Democratic Republic of the Congo President, Joseph Kabila, placing a medal of honor on the coffin of Papa Wemba

Democratic Republic of the Congo President, Joseph Kabila, placing a medal of honor on the coffin of Papa Wemba

Hundreds of thousands of mourning fans came out on Wednesday to bid a final farewell to Papa Wemba, the legendary Congolese singer who brought his tumultuous country’s music to a world audience and became a national hero in the process.

Wemba, born Jules Shungu Wembadio Pene Kikumba in Lubefu in what was then the Belgian Congo, collapsed and died on stage while performing at a music festival in Ivory Coast on April 24. He was 67 years old.

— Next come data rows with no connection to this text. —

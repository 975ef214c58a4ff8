//! Does an integer product pay on this CPU? Peak multiply-accumulate rates of the three AVX2
//! instruction forms an int8 or int16 matrix product would be built on, against fp32 fused
//! multiply-adds, each as twelve independent accumulator chains on one thread with no memory
//! traffic (the same shape as `fma_peak`):
//! - `vfmadd231ps`: 8 fp32 products a instruction;
//! - `vpmaddwd` + `vpaddd`: 16 int16 products (pairs summed into int32);
//! - `vpmaddubsw` + `vpaddw`: 32 u8 x i8 products (pairs summed into saturating int16; a real
//!   product must also widen to int32 with a further `vpmaddwd` on the same multiplier).
//!
//! notes/encoder-speed.md records what it printed. Its 1.5x bound for a widened int8 product
//! proved too low: `int8_tile_rate` times whole tiles, and measured 1.73x.
//! The intrinsics need `unsafe` (the functions are compiled for AVX2 and must only be called
//! where the CPU has it, which `main` checks first); this is a measuring tool, not library code.
//!
//! Usage: cargo run --release -p kerf-kernels --example int_mul_rate
#[cfg(target_arch = "x86_64")]
mod probe {
    use std::arch::x86_64::*;

    #[target_feature(enable = "avx2,fma")]
    pub unsafe fn f32_fma(steps: usize) -> f32 {
        let mut acc = [_mm256_set1_ps(1.0); 12];
        let b = _mm256_set1_ps(1.000_000_1);
        let c = _mm256_set1_ps(1e-7);
        for _ in 0..steps {
            for a in acc.iter_mut() {
                *a = _mm256_fmadd_ps(*a, b, c);
            }
        }
        let lanes: [[f32; 8]; 12] = std::mem::transmute(acc);
        lanes.iter().flatten().sum()
    }

    // Each chain multiplies its own accumulator (so no two multiplies are the same and none
    // can be shared) and then adds: the multiply and the add a real product's inner step needs.
    #[target_feature(enable = "avx2")]
    pub unsafe fn i16_madd(steps: usize) -> i32 {
        let mut acc: [__m256i; 12] = std::array::from_fn(|i| _mm256_set1_epi32(i as i32 + 1));
        let (b, c) = (_mm256_set1_epi16(3), _mm256_set1_epi32(7));
        for _ in 0..steps {
            for a in acc.iter_mut() {
                *a = _mm256_add_epi32(_mm256_madd_epi16(*a, b), c);
            }
        }
        let lanes: [[i32; 8]; 12] = std::mem::transmute(acc);
        lanes.iter().flatten().fold(0, |s, v| s.wrapping_add(*v))
    }

    #[target_feature(enable = "avx2")]
    pub unsafe fn u8_maddubs(steps: usize) -> i32 {
        let mut acc: [__m256i; 12] = std::array::from_fn(|i| _mm256_set1_epi16(i as i16 + 1));
        let (b, c) = (_mm256_set1_epi8(3), _mm256_set1_epi16(7));
        for _ in 0..steps {
            for a in acc.iter_mut() {
                *a = _mm256_add_epi16(_mm256_maddubs_epi16(*a, b), c);
            }
        }
        let lanes: [[i16; 16]; 12] = std::mem::transmute(acc);
        lanes
            .iter()
            .flatten()
            .fold(0i32, |s, v| s.wrapping_add(*v as i32))
    }
}

#[cfg(target_arch = "x86_64")]
fn main() {
    use std::time::Instant;
    if !(is_x86_feature_detected!("avx2") && is_x86_feature_detected!("fma")) {
        println!("this CPU has no AVX2+FMA: nothing to measure");
        return;
    }
    const STEPS: usize = 50_000_000;
    // The step count goes through black_box inside the timed region, so the compiler can
    // neither fold the pure chains into constants nor hoist them out of the timing.
    let rate = |products_per_step: usize, f: &dyn Fn(usize) -> f64| {
        (0..3)
            .map(|_| {
                let t = Instant::now();
                std::hint::black_box(f(std::hint::black_box(STEPS)));
                (STEPS * products_per_step) as f64 / t.elapsed().as_secs_f64() / 1e9
            })
            .fold(0f64, f64::max)
    };
    // SAFETY (all three calls): AVX2 and FMA were detected above.
    let fma = rate(12 * 8, &|s| unsafe { probe::f32_fma(s) } as f64);
    let madd = rate(12 * 16, &|s| unsafe { probe::i16_madd(s) } as f64);
    let maddubs = rate(12 * 32, &|s| unsafe { probe::u8_maddubs(s) } as f64);
    println!("one thread, billions of multiply-accumulates a second (best of three):");
    println!("fp32 vfmadd231ps    {fma:6.1}  1.00x");
    println!("int16 vpmaddwd      {madd:6.1}  {:.2}x", madd / fma);
    println!(
        "u8xi8 vpmaddubsw    {maddubs:6.1}  {:.2}x (saturating int16, before widening)",
        maddubs / fma
    );
}

#[cfg(not(target_arch = "x86_64"))]
fn main() {
    println!("x86-64 only");
}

A steady stream of mourners filed past his white and gold casket in the three days before Wednesday’s burial as he lay in state at Democratic Republic of Congo’s parliament building in the capital Kinshasa.

And a crowd of tens of thousands packed the streets in front of the Notre Dame du Congo Cathedral where the city’s Catholic archbishop celebrated a funeral mass on Wednesday.

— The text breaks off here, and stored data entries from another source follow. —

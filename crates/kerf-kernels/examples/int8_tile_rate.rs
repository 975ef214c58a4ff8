//! Would an int8 matrix product pay on this CPU? `int_mul_rate` times bare instructions; this
//! times whole register tiles, the inner loop of a real product, with every load, broadcast and
//! widening step an int8 product on AVX2 needs, against the fp32 tile kerf ships (6 rows by 16
//! columns, one broadcast and two fused multiply-adds a row and step).
//!
//! The int8 tile follows the usual AVX2 recipe (common practice where there is no VNNI):
//! activations as u8, weights as i8, four inner steps a 32-bit lane;
//! `vpmaddubsw` multiplies and sums pairs into int16, `vpmaddwd` against ones sums those pairs
//! into int32, and `vpaddd` accumulates. Two shapes are timed, 6x16 (twelve accumulators, as the
//! fp32 tile) and 4x16 (eight, leaving registers for the temporaries). Operands stay in L1 (256
//! inner steps), so this is the kernel's ceiling: packing, quantising activations and scaling
//! outputs would come on top. Each tile is checked against a scalar product before timing.
//!
//! notes/encoder-speed.md records what it printed. The intrinsics need `unsafe` (the functions
//! are compiled for AVX2+FMA and must only be called where the CPU has them, which `main`
//! checks first); this is a measuring tool, not library code.
//!
//! Usage: cargo run --release -p kerf-kernels --example int8_tile_rate
#[cfg(target_arch = "x86_64")]
mod probe {
    use std::arch::x86_64::*;

    pub const KC: usize = 256;
    pub const NR: usize = 16;

    /// fp32 6x16 tile: `a[r * KC + p]`, `panel[p * NR + j]`.
    #[target_feature(enable = "avx2,fma")]
    pub unsafe fn f32_tile(a: &[f32], panel: &[f32], out: &mut [f32]) {
        assert!(a.len() >= 6 * KC && panel.len() >= KC * NR && out.len() >= 6 * NR);
        let mut acc = [[_mm256_setzero_ps(); 2]; 6];
        for p in 0..KC {
            let b0 = _mm256_loadu_ps(panel.as_ptr().add(p * NR));
            let b1 = _mm256_loadu_ps(panel.as_ptr().add(p * NR + 8));
            for (r, acc) in acc.iter_mut().enumerate() {
                let x = _mm256_broadcast_ss(&*a.as_ptr().add(r * KC + p));
                acc[0] = _mm256_fmadd_ps(x, b0, acc[0]);
                acc[1] = _mm256_fmadd_ps(x, b1, acc[1]);
            }
        }
        for (r, acc) in acc.iter().enumerate() {
            _mm256_storeu_ps(out.as_mut_ptr().add(r * NR), acc[0]);
            _mm256_storeu_ps(out.as_mut_ptr().add(r * NR + 8), acc[1]);
        }
    }

    /// int8 MRx16 tile: `a[r * KC + p]` (u8), and the panel in groups of four inner steps,
    /// `panel[(g * NR + j) * 4 + q]` the weight (i8) for step `4g + q` and column `j`, so one
    /// 32-byte load holds eight columns' four steps.
    #[target_feature(enable = "avx2")]
    pub unsafe fn i8_tile<const MR: usize>(a: &[u8], panel: &[i8], out: &mut [i32]) {
        assert!(a.len() >= MR * KC && panel.len() >= KC * NR && out.len() >= MR * NR);
        let ones = _mm256_set1_epi16(1);
        let mut acc = [[_mm256_setzero_si256(); 2]; MR];
        for g in 0..KC / 4 {
            let bp = panel.as_ptr().add(g * NR * 4) as *const __m256i;
            let b0 = _mm256_loadu_si256(bp);
            let b1 = _mm256_loadu_si256(bp.add(1));
            for (r, acc) in acc.iter_mut().enumerate() {
                let four = (a.as_ptr().add(r * KC + 4 * g) as *const i32).read_unaligned();
                let x = _mm256_set1_epi32(four);
                let p0 = _mm256_madd_epi16(_mm256_maddubs_epi16(x, b0), ones);
                let p1 = _mm256_madd_epi16(_mm256_maddubs_epi16(x, b1), ones);
                acc[0] = _mm256_add_epi32(acc[0], p0);
                acc[1] = _mm256_add_epi32(acc[1], p1);
            }
        }
        for (r, acc) in acc.iter().enumerate() {
            _mm256_storeu_si256(out.as_mut_ptr().add(r * NR) as *mut __m256i, acc[0]);
            _mm256_storeu_si256(out.as_mut_ptr().add(r * NR + 8) as *mut __m256i, acc[1]);
        }
    }
}

#[cfg(target_arch = "x86_64")]
fn main() {
    use probe::{KC, NR};
    if !(is_x86_feature_detected!("avx2") && is_x86_feature_detected!("fma")) {
        println!("this CPU has no AVX2+FMA: nothing to measure");
        return;
    }
    // Operands small enough to check exactly: u8 activations below 128 and i8 weights in
    // [-63, 63], the ranges that keep vpmaddubsw's int16 pair sums from saturating.
    let a8: Vec<u8> = (0..6 * KC).map(|i| (i * 37 % 128) as u8).collect();
    let w: Vec<i32> = (0..KC * NR).map(|i| (i * 53 % 127) as i32 - 63).collect(); // w[p*NR+j]
    let mut panel8 = vec![0i8; KC * NR];
    for p in 0..KC {
        for j in 0..NR {
            panel8[((p / 4) * NR + j) * 4 + p % 4] = w[p * NR + j] as i8;
        }
    }
    let a32: Vec<f32> = a8.iter().map(|&v| v as f32).collect();
    let panel32: Vec<f32> = w.iter().map(|&v| v as f32).collect();
    let expect = |r: usize, j: usize| -> i64 {
        (0..KC)
            .map(|p| a8[r * KC + p] as i64 * w[p * NR + j] as i64)
            .sum()
    };

    let mut out32 = vec![0f32; 6 * NR];
    let mut out_i = vec![0i32; 6 * NR];
    // SAFETY (every probe call below): AVX2 and FMA were detected above; slice lengths are
    // asserted inside.
    unsafe { probe::f32_tile(&a32, &panel32, &mut out32) };
    for r in 0..6 {
        for j in 0..NR {
            assert_eq!(out32[r * NR + j] as i64, expect(r, j), "f32 tile wrong");
        }
    }
    unsafe { probe::i8_tile::<6>(&a8, &panel8, &mut out_i) };
    for r in 0..6 {
        for j in 0..NR {
            assert_eq!(
                out_i[r * NR + j] as i64,
                expect(r, j),
                "6x16 int8 tile wrong"
            );
        }
    }
    unsafe { probe::i8_tile::<4>(&a8, &panel8, &mut out_i) };
    for r in 0..4 {
        for j in 0..NR {
            assert_eq!(
                out_i[r * NR + j] as i64,
                expect(r, j),
                "4x16 int8 tile wrong"
            );
        }
    }

    // SAFETY (the three calls): AVX2 and FMA were detected above; the slices are the sizes
    // the tiles assert.
    let f32_rate = unsafe { best_rate(6, &a32[..], &panel32[..], &mut out32[..], probe::f32_tile) };
    let i8_6 = unsafe { best_rate(6, &a8[..], &panel8[..], &mut out_i[..], probe::i8_tile::<6>) };
    let i8_4 = unsafe { best_rate(4, &a8[..], &panel8[..], &mut out_i[..], probe::i8_tile::<4>) };
    println!("one thread, tiles over {KC} inner steps in L1, billions of multiply-accumulates a second (best of five):");
    println!("fp32 6x16 (kerf's tile)   {f32_rate:6.1}  1.00x");
    println!(
        "int8 6x16                 {i8_6:6.1}  {:.2}x",
        i8_6 / f32_rate
    );
    println!(
        "int8 4x16                 {i8_4:6.1}  {:.2}x",
        i8_4 / f32_rate
    );
}

/// Best of five timings of 400,000 calls of `tile` (`rows` x 16 outputs over `KC` steps), in
/// billions of multiply-accumulates a second: the machine is shared and noisy. The operands
/// go through black_box on every call so no tile can be hoisted out of the loop.
///
/// # Safety
/// `tile` must be safe to call on this CPU with these operands.
#[cfg(target_arch = "x86_64")]
unsafe fn best_rate<A: ?Sized, B: ?Sized, O: ?Sized>(
    rows: usize,
    a: &A,
    b: &B,
    out: &mut O,
    tile: unsafe fn(&A, &B, &mut O),
) -> f64 {
    use std::time::Instant;
    const TILES: usize = 400_000;
    (0..5)
        .map(|_| {
            let t = Instant::now();
            for _ in 0..TILES {
                tile(std::hint::black_box(a), std::hint::black_box(b), out);
                std::hint::black_box(&*out);
            }
            (TILES * rows * probe::KC * probe::NR) as f64 / t.elapsed().as_secs_f64() / 1e9
        })
        .fold(0f64, f64::max)
}

#[cfg(not(target_arch = "x86_64"))]
fn main() {
    println!("x86-64 only");
}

“Papa Wemba has always been my idol. So I’ve just lost my star,” said JB Mpiana, the head of the popular Kinshasa musical group Wenge Musica.

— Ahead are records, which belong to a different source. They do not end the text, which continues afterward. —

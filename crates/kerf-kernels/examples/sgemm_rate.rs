//! Rates of `sgemm::matmul_packed` (fp32, weights packed once) and `qgemm::matmul_i8` (8-bit,
//! activations quantised on the fly) on MiniLM's projection shapes and a 2048-cube, on
//! `THREADS` threads of one pool, in multiply-adds counted as two operations. Compare with
//! `fma_peak` (the hardware peak) and PyTorch's product measured by scripts/bench-embed.
//!
//! Usage: cargo run --release -p kerf-kernels --example sgemm_rate [THREADS]
use kerf_kernels::qgemm::{matmul_i8, PackedI8};
use kerf_kernels::sgemm::{matmul_packed, Epilogue, PackedRhs};
use std::time::Instant;

fn main() {
    let threads: usize = std::env::args()
        .nth(1)
        .map(|t| t.parse().expect("THREADS is a whole number"))
        .unwrap_or(2);
    rayon::ThreadPoolBuilder::new()
        .num_threads(threads)
        .build_global()
        .expect("pool");
    // (rows, inner, columns): square, then feed-forward up, down, fused QKV, attention output.
    for &(m, k, n) in &[
        (2048usize, 2048usize, 2048usize),
        (8192, 384, 1536),
        (8192, 1536, 384),
        (8192, 384, 1152),
        (8192, 384, 384),
    ] {
        let a: Vec<f32> = (0..m * k).map(|i| (i % 7) as f32 * 0.1).collect();
        let w: Vec<f32> = (0..n * k).map(|i| (i % 5) as f32 * 0.1).collect();
        let mut c = vec![0f32; m * n];
        let rhs = PackedRhs::from_linear_weight(&w, n, k);
        let rhs8 = PackedI8::from_linear_weight(&w, n, k);
        let flop = 2.0 * (m * k * n) as f64;
        // Best of three timings of four products: the machine is shared and noisy.
        let best = |f: &mut dyn FnMut()| {
            f();
            (0..3)
                .map(|_| {
                    let t = Instant::now();
                    for _ in 0..4 {
                        f();
                    }
                    4.0 * flop / t.elapsed().as_secs_f64() / 1e9
                })
                .fold(0f64, f64::max)
        };
        let f32_rate = best(&mut || matmul_packed(&mut c, &a, &rhs, Epilogue::Plain, threads));
        let i8_rate = best(&mut || matmul_i8(&mut c, &a, &rhs8, Epilogue::Plain, threads));
        println!(
            "{m}x{k}x{n}: f32 {f32_rate:.1} GFLOP/s, int8 {i8_rate:.1} GOP/s ({:.2}x)",
            i8_rate / f32_rate
        );
    }
}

Wemba came of age during the 1960s, a period of post-independence hope in Congo that was quickly dashed by civil war and the murder of Patrice Lumumba, the young nation’s first democratically elected leader.

It was also a period when Congo’s Cuban-influenced rumba ruled the airwaves across an African continent in the midst of an existential transformation.

Wemba would rise to become one of the genre’s masters before turbo-charging it in the 1970s with breakneck drum beats and frantic guitar riffs as part of the Congolese super group Zaïko Langa Langa.

He left after five years to found Viva la Musica, the band he would continue to perform with until his death despite periods of solo work and collaboration with other artists.